◆ **EXERCISE MATERIAL**
──────────

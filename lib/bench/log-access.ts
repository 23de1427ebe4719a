import type { Role } from "@/db/schema/users";
import type { ReviewState } from "@/db/schema/reviews";
import { effectiveRoles } from "@/lib/auth/access";

/** Who is looking at a log; null for a visitor. */
export type LogViewer = { id: string; roles: readonly Role[] } | null;

/** Why a viewer may read a log; only the owner may change it. */
export type LogAccess = "owner" | "reviewer" | "moderator" | "public";

/**
 * A review session shares the log with its reviewer once they have accepted it, and keeps it
 * shared for the report, the dispute window and afterwards (read-only). A request they have not
 * accepted, declined or let expire shares nothing.
 */
export const REVIEWER_READ_STATES = ["accepted", "delivered", "closed", "disputed"] as const satisfies readonly ReviewState[];

export type LogAccessFacts = {
  viewer: LogViewer;
  ownerId: string;
  visibility: "private" | "public";
  /** states of the viewer's own review sessions on this log, as reviewer */
  reviewerSessionStates: readonly ReviewState[];
};

/** The access rule of bring-up logs; null means "not found" to this viewer, so a private log's existence stays hidden. */
export function decideLogAccess(facts: LogAccessFacts): LogAccess | null {
  const { viewer } = facts;
  if (viewer && viewer.id === facts.ownerId) return "owner";
  if (viewer && facts.reviewerSessionStates.some((s) => (REVIEWER_READ_STATES as readonly ReviewState[]).includes(s))) return "reviewer";
  if (viewer && effectiveRoles(viewer.roles).has("moderator")) return "moderator";
  if (facts.visibility === "public") return "public";
  return null;
}
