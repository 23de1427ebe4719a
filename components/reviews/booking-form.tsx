"use client";

import { useActionState, useState } from "react";
import { Button } from "@/components/ui/button";
import { SelectField, TextArea } from "@/components/ui/field";
import { FormMessage } from "@/components/ui/form-message";
import { formatMoney } from "@/lib/format/money";
import type { FormResult } from "@/lib/validations/auth";

export type BookingLog = { id: string; title: string; stages: { stage: string; label: string; checkpoints: number }[] };
export type BookingReviewer = { id: string; name: string; priceMinor: number; currency: string; expertise: string };

type Action = (previous: FormResult | null, form: FormData) => Promise<FormResult>;

/** Pick a log, a reviewer and the stages; the price is the reviewer's, shown before paying. */
export function BookingForm({
  action,
  logs,
  reviewers,
  initialLogId,
  initialReviewerId,
}: {
  action: Action;
  logs: BookingLog[];
  reviewers: BookingReviewer[];
  initialLogId?: string;
  initialReviewerId?: string;
}) {
  const [state, formAction, pending] = useActionState(action, null);
  const failed = state && !state.ok ? state : null;
  const [logId, setLogId] = useState(initialLogId && logs.some((l) => l.id === initialLogId) ? initialLogId : (logs[0]?.id ?? ""));
  const [reviewerId, setReviewerId] = useState(initialReviewerId && reviewers.some((r) => r.id === initialReviewerId) ? initialReviewerId : "");
  const log = logs.find((l) => l.id === logId);
  const reviewer = reviewers.find((r) => r.id === reviewerId);
  const stagesError = failed?.fieldErrors.stages;
  return (
    <form action={formAction} className="space-y-5" noValidate data-testid="booking-form">
      <SelectField
        name="logId"
        label="Bring-up log"
        value={logId}
        onChange={(e) => setLogId(e.target.value)}
        options={logs.map((l) => ({ value: l.id, label: l.title }))}
        error={failed?.fieldErrors.logId}
        required
      />
      <SelectField
        name="reviewerId"
        label="Reviewer"
        value={reviewerId}
        onChange={(e) => setReviewerId(e.target.value)}
        placeholder="Choose a reviewer"
        options={reviewers.map((r) => ({ value: r.id, label: `${r.name} — ${formatMoney(r.priceMinor, r.currency)}` }))}
        error={failed?.fieldErrors.reviewerId}
        required
      />
      {reviewer ? <p className="-mt-3 text-sm text-graphite-600">Knows: {reviewer.expertise}</p> : null}
      <fieldset className="space-y-2" aria-describedby={stagesError ? "stages-error" : "stages-hint"}>
        <legend className="text-sm font-semibold text-graphite-900">Stages to review</legend>
        <p id="stages-hint" className="text-sm text-graphite-600">
          The reviewer gives a verdict on every checkpoint of the stages you pick and sees the whole log.
        </p>
        {log?.stages.map((s) => (
          <label key={`${log.id}-${s.stage}`} className="flex items-center gap-2 text-sm">
            <input type="checkbox" name="stages" value={s.stage} disabled={s.checkpoints === 0} defaultChecked={s.checkpoints > 0} className="size-4 accent-copper-600" />
            {s.label}{" "}
            <span className="text-graphite-600">
              ({s.checkpoints} checkpoint{s.checkpoints === 1 ? "" : "s"})
            </span>
          </label>
        ))}
        {stagesError ? (
          <p id="stages-error" className="text-sm font-medium text-signal-700">
            {stagesError.join(" ")}
          </p>
        ) : null}
      </fieldset>
      <TextArea
        name="message"
        label="A note to the reviewer (optional)"
        hint="What worries you, what you have already tried. Up to 500 characters."
        rows={3}
        maxLength={500}
        error={failed?.fieldErrors.message}
      />
      <div className="rounded border border-graphite-200 bg-paper-sunken p-3 text-sm" data-testid="booking-price" aria-live="polite">
        {reviewer ? (
          <p>
            You pay <strong className="font-mono">{formatMoney(reviewer.priceMinor, reviewer.currency)}</strong>. It is held on your card now and
            charged only when {reviewer.name} delivers the report; it is released if they decline or do not answer within 48 hours.
          </p>
        ) : (
          <p>Choose a reviewer to see the price.</p>
        )}
      </div>
      <FormMessage tone="error" message={failed?.message} />
      <Button type="submit" disabled={pending || !reviewer || !log}>
        {pending ? "Opening the payment page…" : reviewer ? `Pay ${formatMoney(reviewer.priceMinor, reviewer.currency)} and send the request` : "Pay and send the request"}
      </Button>
    </form>
  );
}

──────────

◆ **TASK BRIEF**
Only lines holding the word "public" are wanted; list them all from the material.

◆ **WRITTEN REPLY**
export type LogAccess = "owner" | "reviewer" | "moderator" | "public";
  visibility: "private" | "public";
  if (facts.visibility === "public") return "public";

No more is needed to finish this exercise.